Limiting the teacher's role in nurseries may damage children's progress in primary school, an eminent early years researcher has warned local authorities.

Children make more advances when managers and staff have higher qualifications and increased training and experience, Kathy Sylva, professor of educational psychology at Oxford University, said.

The lead researcher on the renowned Effective Pre-School and Primary Education (EPPE) project told an early years conference at Heriot-Watt University, organised by the inspectorate, that the effects of pre-school education last at least two years into primary. Studies are continuing to find out whether there is an even longer impact.

Professor Sylva said the most significant British study into pre-school education showed clearly that the best provision was managed and run mostly by teachers in local authority nursery schools and integrated centres. "If it is not high quality pre-school education, children do not get that initial boost when they enter school," she said.

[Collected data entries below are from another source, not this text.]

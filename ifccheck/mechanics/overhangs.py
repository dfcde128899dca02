"""How far a top flange stands out beyond the web of an outline."""

from __future__ import annotations

from collections.abc import Sequence
from typing import NamedTuple

import numpy as np

from ifccheck.mechanics.width_profile import SLIVER, Ring, sides_of, width_of

STEEPEST_LEDGE = 1.0
"""A side that moves out by more than this per unit of height is a flange's underside."""


def overhangs(
    rings: Sequence[Ring], whole: Sequence[Ring] | None = None
) -> tuple[float, float, float]:
    """Overhang of a top flange beyond the web on either side, and the flange's thickness.

    Going up from the narrowest place, the flange begins where a side of the outline steps out
    or moves out flatter than 45 degrees; a battered side is no flange. The thickness is the
    least height above the highest such underside at which half of the overhang is kept, so that
    a tapered flange counts as thin as at its tip.

    Parameters
    ----------
    rings : sequence of rings of points (y, z) [mm]
        Positive y is to the left.
    whole
        The outline before openings were taken off it: web and flange are told by that one, and
        the overhangs are what the rings leave of it.

    Returns
    -------
    left, right, thickness : float [mm]
        All 0 where there is no flange.
    """
    left, right = _ledges(whole or rings)
    if left.overhang == 0.0 and right.overhang == 0.0:
        return 0.0, 0.0, 0.0
    low, high = max(left.underside, right.underside), min(left.top, right.top)
    thickness = max(high - low, 0.0)
    if whole is None:
        return left.overhang, right.overhang, thickness
    to_left, to_right = _reach_between(rings, low, high)
    return left.kept(to_left), right.kept(to_right), thickness


class _Ledge(NamedTuple):
    """What stands out on one side of the web [mm]."""

    overhang: float = 0.0
    web: float = 0.0
    """How far the web reaches"""
    underside: float = -np.inf
    top: float = np.inf

    def kept(self, reach: float) -> float:
        """What is left of the overhang where the outline reaches so far."""
        return min(max(reach - self.web, 0.0), self.overhang)


def _ledges(rings: Sequence[Ring]) -> tuple[_Ledge, _Ledge]:
    """What stands out to the left and to the right above the narrowest place.

    A stretch that an opening takes wholly is as wide as what lies under it.
    """
    rows = sides_of(rings)
    widths = [width_of(ys0) + width_of(ys1) if len(ys0) else np.inf for _, _, ys0, ys1 in rows]
    heights: list[float] = []
    left: list[float] = []
    right: list[float] = []
    for z0, z1, ys0, ys1 in rows[int(np.argmin(widths)) :]:
        heights += [z0, z1]
        left += [float(ys0[-1]), float(ys1[-1])] if len(ys0) else [left[-1]] * 2
        right += [-float(ys0[0]), -float(ys1[0])] if len(ys0) else [right[-1]] * 2
    return _ledge(heights, left), _ledge(heights, right)


def _ledge(heights: Sequence[float], reach: Sequence[float]) -> _Ledge:
    """How far a side reaches beyond its lowest ledge, above its highest."""
    ledges = [
        i
        for i in range(len(heights) - 1)
        if reach[i + 1] - reach[i]
        > max(SLIVER, STEEPEST_LEDGE * (heights[i + 1] - heights[i]) + SLIVER)
    ]
    if not ledges:
        return _Ledge()
    web = reach[ledges[0]]
    overhang = max(reach[ledges[0] :]) - web
    top = max(z for z, r in zip(heights, reach, strict=True) if r >= web + overhang / 2.0)
    return _Ledge(overhang, web, heights[ledges[-1] + 1], top)


def _reach_between(rings: Sequence[Ring], low: float, high: float) -> tuple[float, float]:
    """How far an outline reaches to the left and to the right between two heights."""
    sides = [
        ys
        for z0, z1, *both in sides_of(rings)
        for ys in both
        if len(ys) and z1 > low + SLIVER and z0 < high - SLIVER
    ]
    left = max((float(ys[-1]) for ys in sides), default=-np.inf)
    right = max((-float(ys[0]) for ys in sides), default=-np.inf)
    return left, right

She recognised that in Scotland this may challenge local authorities and the Scottish Executive which are moving to more flexible forms of pre-school provision as the nursery nurses' pay and conditions dispute staggers to a national conclusion.

Falkirk Council has, for example, approved a revised model that will allow senior nursery nurses to take over key classroom duties as teachers are lined up for more mainline tasks in the early years of primary. The authority would leave headteachers in overall charge of management and quality assurance.

Nationally, the Educational Institute of Scotland and the General Teaching Council for Scotland challenged the Executive over its removal of the statutory requirement to have teachers in nurseries.

Professor Sylva stressed that "you get what you pay for in terms of quality" and said she had advised Gordon Brown, the Chancellor, that pre-school education was indeed a key factor in reducing social inequality.

All forms of nursery provision benefited children but some more than others. "It is worth investing a lot of money in high quality provision," she said.

Children who had no form of pre-school setting and were brought up solely at home were most at risk of developing special educational needs, according to teachers who assessed them two years into primary school.

Findings from a longitudinal study of more than 3,000 children in six authorities in England and Northern Ireland are now showing that children are more co-operative and less antisocial when staff have higher qualifications. Teachers tend to have better interactions with children, offering more direct teaching, asking questions, demonstrating and modelling.

Professor Sylva said that after two years of formal schooling, pupils with better pre-schooling had higher attainment in early reading and maths and fewer behaviour problems.

"It has been shown that a child with behaviour problems at the age of seven is going to cost the local authority an extra pound;80,000 while that child is at school. But it does not cost pound;80,000 to have high quality pre-school provision," she said.

Children who had a good start to school tended to do better. "It's the fact that the expectations and the virtuous cycle get set in place at school entry."